Foreign investors sat on the fence because of the war, but they now realize that even under difficult conditions, the Israeli high-tech industry is alive and kicking. They are now seeking entry points back into the Israeli market, under conditions that can make the most of the situation and contain the risk.
The current war was the last thing the Israeli high-tech sector needed, while responding to a tense domestic political situation and global financial downturn. With the outbreak of war, many investors sat on the fence, waiting for stability. In recent months, Israel has been in a “wartime routine”, with the fighting focused in the Gaza region and parts of the north. In other areas, the economy is striving to operate almost as usual, especially in the high-tech stronghold of Tel Aviv and its surroundings.

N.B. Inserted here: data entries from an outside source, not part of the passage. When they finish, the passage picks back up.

/**
 * Band energies as smooth functions of (Dq, B, C). A level is followed by its identity — its
 * state symbol ²ˢ⁺¹Γ and its rank among the levels of that symbol — not by its index in the
 * energy order: levels of one symbol never cross as the parameters change (von Neumann &
 * Wigner, Phys. Z. 30, 467, 1929), so the k-th ⁴T₁g stays the k-th ⁴T₁g, while levels of
 * different symbols cross freely. The identity is also what the solver's labels are built from
 * (the k-th lowest level of a symbol gets the k-th lowest parent term), but it does not depend
 * on the free-ion term order, which changes with C/B.
 */

import { type CubicLevel, type CubicResult, cubicLevels } from '../field/cubic.js';
import type { Geometry } from '../field/labels.js';

/** Dq, Racah B and C of a cubic complex, cm⁻¹ (Dq ≥ 0 in either geometry). */
export interface FieldParameters {
  readonly dq: number;
  readonly B: number;
  readonly C: number;
}

/** The levels of dⁿ at the given parameters (the full solver). */
export function solveAt(n: number, geometry: Geometry, p: FieldParameters): CubicResult {
  return cubicLevels(n, geometry === 'oct' ? p.dq : -p.dq, p.B, p.C, geometry);
}

/** Identity keys of `result.levels`, in the same order, e.g. `4T1g#1` for the second ⁴T₁g. */
export function levelKeys(result: CubicResult): string[] {
  const seen = new Map<string, number>();
  return result.levels.map((level) => {
    const rank = seen.get(level.symbol) ?? 0;
    seen.set(level.symbol, rank + 1);
    return `${level.symbol}#${rank}`;
  });
}

/**
 * ∂E/∂Dq of a level, exactly, by the Hellmann–Feynman theorem (Feynman, Phys. Rev. 56, 340,
 * 1939): ∂E/∂Dq = ⟨ψ|V|ψ⟩, and the cubic field V is diagonal in the strong-field configurations
 * t₂ᵃeᵇ (−4 per t₂ electron, +6 per e electron in Oh; the opposite in Td, where Dq enters with
 * the other sign), so ⟨ψ|V|ψ⟩ = Σ weight(t₂ᵃeᵇ)·(6b − 4a). The configuration weights of a
 * degenerate level are the average over its components, which share ⟨V⟩ by symmetry.
 */
export function fieldSlope(level: CubicLevel, geometry: Geometry): number {
  const sign = geometry === 'oct' ? 1 : -1;
  return sign * level.configurations.reduce((s, c) => s + c.weight * (6 * c.e - 4 * c.t2), 0);
}

/** Band energies and their slopes ∂E/∂Dq, in the order of the keys asked for. */
export interface Transitions {
  /** Energy of each level above the reference level, cm⁻¹. */
  readonly energies: number[];
  /** ∂(energy)/∂Dq of each. */
  readonly slopes: number[];
}

/**
 * Energies of the levels `keys` above the level `groundKey` (the band positions when
 * `groundKey` is the ground state), with their Dq slopes. Differences of two smooth
 * eigenvalues, so smooth in (Dq, B, C) even where the lowest level changes.
 * @throws Error when a key does not exist for this dⁿ (a caller's bug, not bad input).
 */
export function transitions(result: CubicResult, groundKey: string, keys: readonly string[]): Transitions {
  const byKey = new Map<string, CubicLevel>();
  levelKeys(result).forEach((k, i) => {
    const level = result.levels[i];
    if (level) byKey.set(k, level);
  });
  const of = (key: string) => {
    const level = byKey.get(key);
    if (!level) throw new Error(`no level ${key} for d${result.n}`);
    return level;
  };
  const ground = of(groundKey);
  const groundSlope = fieldSlope(ground, result.geometry);
  const levels = keys.map(of);
  return {
    energies: levels.map((l) => l.energy - ground.energy),
    slopes: levels.map((l) => fieldSlope(l, result.geometry) - groundSlope),
  };
}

While it initially seemed that the war would impact investments in Israeli high-tech even further, in recent months, there has been an impressive recovery. Israeli technology continues to succeed even under difficult conditions and uncertainty. For example, in April, Israeli companies raised approximately $1 billion in 20 financing rounds – a single-month total not seen in two years. Similar amounts were also seen in exit deals this month, including acquisitions made by Nvidia.
Such expressions of confidence bring foreign investors, especially Americans, “off the fence” and into the Israeli market under conditions that can make the most of the situation and contain the risk. Currently, we see more investors from the US choosing to invest through secondary deals (purchasing shares from other shareholders) in companies in advanced stages, for several reasons:
Investing in mature companies lowers risk levels. Mature companies have significant revenues, and those that weathered the “dry spell” in 2022-2023 have significantly improved their capital efficiency, making them healthier financially and better able to withstand further challenges.
Buying through secondary means ensures investors invest in promising companies at discounted prices. For entrepreneurs, employees, and well-known funds selling their stocks, it’s an opportunity to liquidate funds without waiting years for the anticipated exit, and without publicly declaring lower valuations than the last fundraising. For investors, it’s a genuine opportunity to invest in leading companies at low prices and with contained risk.
Most mature Israeli companies are global companies. Consequently, the influence of local developments is limited, and they are more resistant to local crises. This is another opportunity for investors to contain risk.
Short-term investments – In recent years, Israeli companies have grown into large companies with many employees. The life span of a growing private company until exit has significantly lengthened from 6 years to 15 years, and the companies are raising much more money. Therefore, investors are looking for the opposite, especially in times of uncertainty – they don’t want to be “locked” into an investment. The name of the game today is liquidity, so investors are looking for shorter-term investments: secondary deals in mature companies, closer to exit, are an excellent way for them to shorten the investment horizon.
The Israeli high-tech sector continues to grow and prosper despite geopolitical and economic challenges. Israeli technology proves its resilience and its ability to thrive even under difficult conditions. Secondary transactions are an efficient tool for investment in this market, allowing investors to enjoy the many advantages of Israeli technology while mitigating risks.